• **WORK TO BE COMPLETED**
Below are records to be reproduced exactly and in full.

• **GIVEN RECORDS**

▬▬▬▬▬▬

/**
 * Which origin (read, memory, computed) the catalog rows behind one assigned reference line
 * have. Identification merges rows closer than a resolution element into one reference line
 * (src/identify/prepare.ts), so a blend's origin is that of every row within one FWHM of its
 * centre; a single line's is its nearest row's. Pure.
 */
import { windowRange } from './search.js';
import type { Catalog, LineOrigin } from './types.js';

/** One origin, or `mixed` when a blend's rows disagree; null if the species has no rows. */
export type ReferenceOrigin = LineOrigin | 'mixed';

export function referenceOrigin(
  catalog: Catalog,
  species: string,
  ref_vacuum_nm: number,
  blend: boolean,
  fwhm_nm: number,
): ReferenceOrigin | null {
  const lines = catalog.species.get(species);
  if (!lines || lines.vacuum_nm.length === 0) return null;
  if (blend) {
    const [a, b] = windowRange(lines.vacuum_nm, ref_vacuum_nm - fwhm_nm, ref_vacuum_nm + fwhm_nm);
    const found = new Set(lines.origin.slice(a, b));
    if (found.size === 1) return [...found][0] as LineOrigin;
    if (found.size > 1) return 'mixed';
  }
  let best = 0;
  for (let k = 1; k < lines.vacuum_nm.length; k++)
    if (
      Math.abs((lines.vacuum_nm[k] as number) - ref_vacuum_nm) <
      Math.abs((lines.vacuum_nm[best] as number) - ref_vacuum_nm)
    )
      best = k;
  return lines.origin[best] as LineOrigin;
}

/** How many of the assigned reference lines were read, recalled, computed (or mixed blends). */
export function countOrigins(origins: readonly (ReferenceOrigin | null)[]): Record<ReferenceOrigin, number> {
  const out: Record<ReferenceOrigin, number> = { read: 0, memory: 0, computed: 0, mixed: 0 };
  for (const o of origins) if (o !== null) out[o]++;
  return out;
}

▬▬▬▬▬▬

• **THE ANSWER**
/**
 * Which origin (read, memory, computed) the catalog rows behind one assigned reference line
 * have. Identification merges rows closer than a resolution element into one reference line
 * (src/identify/prepare.ts), so a blend's origin is that of every row within one FWHM of its
 * centre; a single line's is its nearest row's. Pure.
 */
import { windowRange } from './search.js';
import type { Catalog, LineOrigin } from './types.js';

/** One origin, or `mixed` when a blend's rows disagree; null if the species has no rows. */
export type ReferenceOrigin = LineOrigin | 'mixed';

export function referenceOrigin(
  catalog: Catalog,
  species: string,
  ref_vacuum_nm: number,
  blend: boolean,
  fwhm_nm: number,
): ReferenceOrigin | null {
  const lines = catalog.species.get(species);
  if (!lines || lines.vacuum_nm.length === 0) return null;
  if (blend) {
    const [a, b] = windowRange(lines.vacuum_nm, ref_vacuum_nm - fwhm_nm, ref_vacuum_nm + fwhm_nm);
    const found = new Set(lines.origin.slice(a, b));
    if (found.size === 1) return [...found][0] as LineOrigin;
    if (found.size > 1) return 'mixed';
  }
  let best = 0;
  for (let k = 1; k < lines.vacuum_nm.length; k++)
    if (
      Math.abs((lines.vacuum_nm[k] as number) - ref_vacuum_nm) <
      Math.abs((lines.vacuum_nm[best] as number) - ref_vacuum_nm)
    )
      best = k;
  return lines.origin[best] as LineOrigin;
}

/** How many of the assigned reference lines were read, recalled, computed (or mixed blends). */
export function countOrigins(origins: readonly (ReferenceOrigin | null)[]): Record<ReferenceOrigin, number> {
  const out: Record<ReferenceOrigin, number> = { read: 0, memory: 0, computed: 0, mixed: 0 };
  for (const o of origins) if (o !== null) out[o]++;
  return out;
}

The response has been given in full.